Approximately 98% of GH cases were reported in type 1 DM and the remaining 2% in type 2 DM. 62% of the reported cases were female, and the remaining 38% were male, indicating a slight female predominance, with most cases occurring in adolescence [1]. Although predominantly found in children and young adults, a case report of glycogenic hepatopathy has been reported in a 29-year-old female by Van den Brand et al. [7], and a 37-year-old male by Sayuk et al. [8]. A review of the literature showed a rare presentation of glycogenic hepatopathy including persistent lactic acidosis and hyperlactatemia [9, 10]. Regan et. Al describes a case of glycogenic hepatopathy with initial improvement in lactic acidosis with the treatment of DKA followed by a sudden unexpected increase. Deemer et. Al shows a case of glycogenic hepatopathy admitted to the Intensive Care Unit with DKA and persistent lactic acidosis and anion gap despite insulin and dextrose infusions. Another interesting case presentation with relapsing hepatitis and associated recurrent pancreatitis, which resolved with tight glycemic control has been reported by Shah et al. [11].
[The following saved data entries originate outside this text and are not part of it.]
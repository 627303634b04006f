"""Gauge R&R by ANOVA against the AIAG MSA 4th edition worked example, against an independent
least-squares ANOVA, and the F tail against scipy; the study CSV reader's errors."""

from __future__ import annotations

import codecs
import json
from pathlib import Path

import numpy as np
import pytest
import scipy.stats
from hypothesis import given
from hypothesis import strategies as st

from rig.cli import main
from rig.stats.fdist import f_upper_tail
from rig.stats.grr import GaugeStudyError, Observation, gauge_rr
from rig.stats.study_csv import read_study_csv

# source: AIAG Measurement Systems Analysis reference manual, 4th edition, the variable gauge
# study data sheet (10 parts x appraisers A, B, C x 3 trials).  Values from memory, cross-checked
# against several independent public transcriptions of the same table; rows are trials 1-3,
# columns parts 1-10.
AIAG_DATA = {
    "A": [
        [0.29, -0.56, 1.34, 0.47, -0.80, 0.02, 0.59, -0.31, 2.26, -1.36],
        [0.41, -0.68, 1.17, 0.50, -0.92, -0.11, 0.75, -0.20, 1.99, -1.25],
        [0.64, -0.58, 1.27, 0.64, -0.84, -0.21, 0.66, -0.17, 2.01, -1.31],
    ],
    "B": [
        [0.08, -0.47, 1.19, 0.01, -0.56, -0.20, 0.47, -0.63, 1.80, -1.68],
        [0.25, -1.22, 0.94, 1.03, -1.20, 0.22, 0.55, 0.08, 2.12, -1.62],
        [0.07, -0.68, 1.34, 0.20, -1.28, 0.06, 0.83, -0.34, 2.19, -1.50],
    ],
    "C": [
        [0.04, -1.38, 0.88, 0.14, -1.46, -0.29, 0.02, -0.46, 1.77, -1.49],
        [-0.11, -1.13, 1.09, 0.20, -1.07, -0.67, 0.01, -0.56, 1.45, -1.77],
        [-0.15, -0.96, 0.67, 0.11, -1.45, -0.49, 0.21, -0.49, 1.87, -2.16],
    ],
}


def aiag_observations() -> list[Observation]:
    return [
        Observation(f"{p + 1:02d}", op, t + 1, v)
        for op, trials in AIAG_DATA.items()
        for t, row in enumerate(trials)
        for p, v in enumerate(row)
    ]


def test_anova_table_matches_the_printed_aiag_table() -> None:
    # source: AIAG MSA 4th ed., ANOVA table of the example (from memory): appraiser df 2,
    # SS 3.1673, MS 1.58363, F 79.41; parts df 9, SS 88.3619, MS 9.81799, F 492.29; appraiser by
    # part df 18, SS 0.3590, MS 0.01994, F 0.434; equipment df 60, SS 2.7589, MS 0.04598;
    # total df 89, SS 94.6471
    rows = {r.source: r for r in gauge_rr(aiag_observations()).anova}
    printed = {
        "operator": (2, 3.1673, 1.58363, 79.41),
        "part": (9, 88.3619, 9.81799, 492.29),
        "part x operator": (18, 0.3590, 0.01994, 0.434),
        "repeatability": (60, 2.7589, 0.04598, None),
    }
    for source, (df, ss, ms, f) in printed.items():
        row = rows[source]
        assert row.df == df
        assert row.ss == pytest.approx(ss, abs=5e-5)
        assert row.ms == pytest.approx(ms, abs=5e-6)
        if f is not None:
            assert row.f == pytest.approx(f, abs=5e-3)
    assert rows["total"].df == 89 and rows["total"].ss == pytest.approx(94.6471, abs=5e-5)


def test_variance_components_and_figures_match_the_aiag_report() -> None:
    # source: AIAG MSA 4th ed., ANOVA method report of the example (from memory), interaction
    # pooled as not significant: EV 0.200, AV 0.227, GRR 0.302, PV 1.042, TV 1.085 (standard
    # deviations); %TV: EV 18.4, AV 20.9, GRR 27.9, PV 96.0; %contribution GRR 7.8; ndc 4
    study = gauge_rr(aiag_observations())
    assert study.interaction_pooled
    assert np.sqrt(study.var_repeatability) == pytest.approx(0.200, abs=5e-4)
    assert np.sqrt(study.var_reproducibility) == pytest.approx(0.227, abs=5e-4)
    assert np.sqrt(study.var_grr) == pytest.approx(0.302, abs=5e-4)
    assert np.sqrt(study.var_part) == pytest.approx(1.042, abs=5e-4)
    assert np.sqrt(study.var_total) == pytest.approx(1.085, abs=5e-4)
    assert study.percent_of_total(study.var_repeatability) == pytest.approx(18.4, abs=0.05)
    assert study.percent_of_total(study.var_reproducibility) == pytest.approx(20.9, abs=0.05)
    assert study.percent_grr == pytest.approx(27.9, abs=0.05)
    assert study.percent_of_total(study.var_part) == pytest.approx(96.0, abs=0.05)
    assert study.percent_contribution == pytest.approx(7.8, abs=0.05)
    assert study.ndc == 4
    # the manual's bands: 10-30 % marginal; ndc under 5 is flagged
    assert study.verdict.startswith("marginal") and "ndc 4" in study.verdict


def _rss(x: np.ndarray, y: np.ndarray) -> float:
    beta, *_ = np.linalg.lstsq(x, y, rcond=None)
    return float(((y - x @ beta) ** 2).sum())


@given(seed=st.integers(0, 2**32 - 1), parts=st.integers(2, 6), ops=st.integers(2, 4))
def test_sums_of_squares_match_nested_least_squares_models(seed: int, parts: int, ops: int) -> None:
    # source: two-way ANOVA from first principles, independent of rig's formulas: each sum of
    # squares is the drop in residual sum of squares when its dummy columns enter a linear model
    # (numpy least squares), for a balanced random study
    rng = np.random.default_rng(seed)
    trials = 3
    obs, ys, pi, oi = [], [], [], []
    for p in range(parts):
        for o in range(ops):
            for t in range(trials):
                v = float(p + 0.3 * o + 0.1 * rng.standard_normal())
                obs.append(Observation(f"p{p}", f"o{o}", t + 1, v))
                ys.append(v)
                pi.append(p)
                oi.append(o)
    y, pa, oa = np.array(ys), np.array(pi), np.array(oi)
    one = np.ones((len(y), 1))
    dp = np.stack([(pa == i).astype(float) for i in range(1, parts)], axis=1)
    do = np.stack([(oa == j).astype(float) for j in range(1, ops)], axis=1)
    dpo = np.stack(
        [((pa == i) & (oa == j)).astype(float) for i in range(1, parts) for j in range(1, ops)],
        axis=1,
    )
    r0 = _rss(one, y)
    r1 = _rss(np.hstack([one, dp]), y)
    r2 = _rss(np.hstack([one, dp, do]), y)
    r3 = _rss(np.hstack([one, dp, do, dpo]), y)
    rows = {r.source: r for r in gauge_rr(obs).anova}
    assert rows["part"].ss == pytest.approx(r0 - r1, rel=1e-9, abs=1e-12)
    assert rows["operator"].ss == pytest.approx(r1 - r2, rel=1e-9, abs=1e-12)
    assert rows["part x operator"].ss == pytest.approx(r2 - r3, rel=1e-7, abs=1e-10)
    assert rows["repeatability"].ss == pytest.approx(r3, rel=1e-9, abs=1e-12)


@given(
    f=st.floats(0.001, 500.0),
    df_num=st.integers(1, 60),
    df_den=st.integers(1, 200),
)
def test_f_upper_tail_matches_scipy(f: float, df_num: int, df_den: int) -> None:
    # source: scipy.stats.f.sf (general-purpose reference library)
    expected = float(scipy.stats.f.sf(f, df_num, df_den))
    assert f_upper_tail(f, df_num, df_den) == pytest.approx(expected, rel=1e-8, abs=1e-300)


def test_an_unbalanced_study_names_the_missing_cells() -> None:
    obs = [
        o
        for o in aiag_observations()
        if not (o.part == "03" and o.operator == "B" and o.trial == 3)
    ]
    with pytest.raises(GaugeStudyError, match="part '03' operator 'B': 2 trial"):
        gauge_rr(obs)


def test_duplicate_trial_and_too_few_operators_are_refused() -> None:
    obs = aiag_observations()
    with pytest.raises(GaugeStudyError, match="appears twice"):
        gauge_rr([*obs, Observation("01", "A", 1, 0.3, "row 99")])
    with pytest.raises(GaugeStudyError, match="at least 2 parts and 2 operators"):
        gauge_rr([o for o in obs if o.operator == "A"])


def write_study_csv(path: Path) -> None:
    lines = ["part,operator,trial,value"]
    lines += [f"{o.part},{o.operator},{o.trial},{o.value}" for o in aiag_observations()]
    path.write_text("\n".join(lines) + "\n", encoding="utf-8")


def test_rig_stats_grr_csv_prints_the_figures_as_json(
    tmp_path: Path, capsys: pytest.CaptureFixture[str]
) -> None:
    # source: AIAG MSA 4th ed. example as above (%GRR 27.9, %contribution 7.8, ndc 4, from memory)
    path = tmp_path / "study.csv"
    write_study_csv(path)
    assert main(["stats", "grr", "--csv", str(path), "--json"]) == 0
    data = json.loads(capsys.readouterr().out)
    assert data["percent_grr"] == pytest.approx(27.9, abs=0.05)
    assert data["percent_contribution"] == pytest.approx(7.8, abs=0.05)
    assert data["ndc"] == 4


def test_rig_stats_grr_csv_prints_tables(
    tmp_path: Path, capsys: pytest.CaptureFixture[str]
) -> None:
    path = tmp_path / "study.csv"
    write_study_csv(path)
    assert main(["stats", "grr", "--csv", str(path)]) == 0
    text = capsys.readouterr().out
    assert "%GRR 27.9 %" in text and "ndc 4" in text and "part x operator" in text


def test_bad_study_csv_names_file_row_and_column(
    tmp_path: Path, capsys: pytest.CaptureFixture[str]
) -> None:
    path = tmp_path / "bad.csv"
    path.write_text("part,operator,trial,value\n1,A,1,0.5\n1,A,two,0.6\n2,,1,abc\n", "utf-8")
    with pytest.raises(GaugeStudyError) as caught:
        read_study_csv(path)
    message = str(caught.value)
    assert f"{path}: row 3: column trial: expected a whole number, got 'two'" in message
    assert f"{path}: row 4: column operator is empty" in message
    assert "column value: expected a finite number, got 'abc'" in message
    assert main(["stats", "grr", "--csv", str(path)]) == 2
    assert "row 3" in capsys.readouterr().err


def test_study_csv_without_the_columns_or_file(tmp_path: Path) -> None:
    path = tmp_path / "cols.csv"
    path.write_text("piece,who,value\n1,A,0.5\n", "utf-8")
    with pytest.raises(GaugeStudyError, match="lacks column\\(s\\) part, operator, trial"):
        read_study_csv(path)
    with pytest.raises(GaugeStudyError, match=r"missing\.csv: file not found"):
        read_study_csv(tmp_path / "missing.csv")


def test_study_csv_names_a_byte_that_is_not_utf8_by_line_and_column(
    tmp_path: Path, capsys: pytest.CaptureFixture[str]
) -> None:
    # 0xE9 is 'e acute' in Latin-1 (ISO/IEC 8859-1); in UTF-8 it is the lead byte of a
    # three-byte sequence and ',' cannot follow it (The Unicode Standard, 3.9, table 3-7).
    # A spreadsheet saved as "CSV" in a Western code page writes such a byte for an operator
    # named with an accent; the reader names its line and column, as for any rig data file.
    path = tmp_path / "latin1.csv"
    path.write_bytes(b"part,operator,trial,value\n1,kim,1,0.5\n1,Ren\xe9,1,0.6\n")
    with pytest.raises(GaugeStudyError) as caught:
        read_study_csv(path)
    expected = (
        f"{path}:3: cannot read the file: the byte 0xe9 at column 6 is not UTF-8; the file "
        "must be UTF-8 text (save it as UTF-8)"
    )
    assert str(caught.value) == expected
    assert main(["stats", "grr", "--csv", str(path)]) == 2
    assert capsys.readouterr().err == f"rig: {expected}\n"


def test_study_csv_saved_as_utf16_is_named_as_such(tmp_path: Path) -> None:
    # FF FE at the start is the UTF-16 little-endian byte-order mark (The Unicode Standard,
    # 23.8); a spreadsheet's "Unicode text" export writes it.  rig asks for UTF-8 by name.
    path = tmp_path / "wide.csv"
    text = "part,operator,trial,value\n1,kim,1,0.5\n"
    path.write_bytes(codecs.BOM_UTF16_LE + text.encode("utf-16-le"))
    with pytest.raises(GaugeStudyError, match=r"wide.csv:1: .*it is UTF-16 text.*save it as UTF-8"):
        read_study_csv(path)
GH is a rare complication mostly seen in poorly controlled type 1 diabetics. Glycogenic hepatopathy should be one of the differential diagnoses in uncontrolled diabetes patients who present with elevated liver enzymes and hepatomegaly. Glycogenic hepatopathy must be differentiated from NAFLD as prognosis differs. Timely diagnosis and treatment could be achieved by aggressively pursuing liver biopsy when suspicion is high and ensuring strict glycemic control after diagnosis. There have been reports of liver fibrosis caused by GH but further studies are required to assess the consequence of the fibrosis identified as severe fibrosis may progress to cirrhosis.

4. Conclusion

Glycogenic hepatopathy poses a diagnostic challenge and is a commonly underdiagnosed complication of diabetes mellitus. It is important for clinicians to distinguish this rare disorder from other causes of transaminitis, especially in patients with uncontrolled type 1 diabetes mellitus to ensure timely diagnosis and adequate treatment with improved glycemic control. Further awareness of Glycogenic hepatopathy would help provide earlier diagnosis and treatment to prevent further complications associated with this condition.

Abbreviations

GH:Glycogenic hepatopathy
NAFLD:Nonalcoholic fatty liver
PAS:Periodic acid-Schiff
AST:Aspartate aminotransferase
ALT:Alanine aminotransferase
ALP:Alkaline phosphatase
PTT:Partial thromboplastin time
PT:Prothrombin time
INR:International normalized ratio
ABG:Arterial blood gas
EBV:Epstein–Barr virus
CMV:Cytomegalovirus.

Informed consent was signed by the patient.

Conflicts of Interest

The authors declare that they have no conflicts of interest.

Acknowledgments

This work was supported by the Graduated Medical education department of Memorial Healthcare System Florida.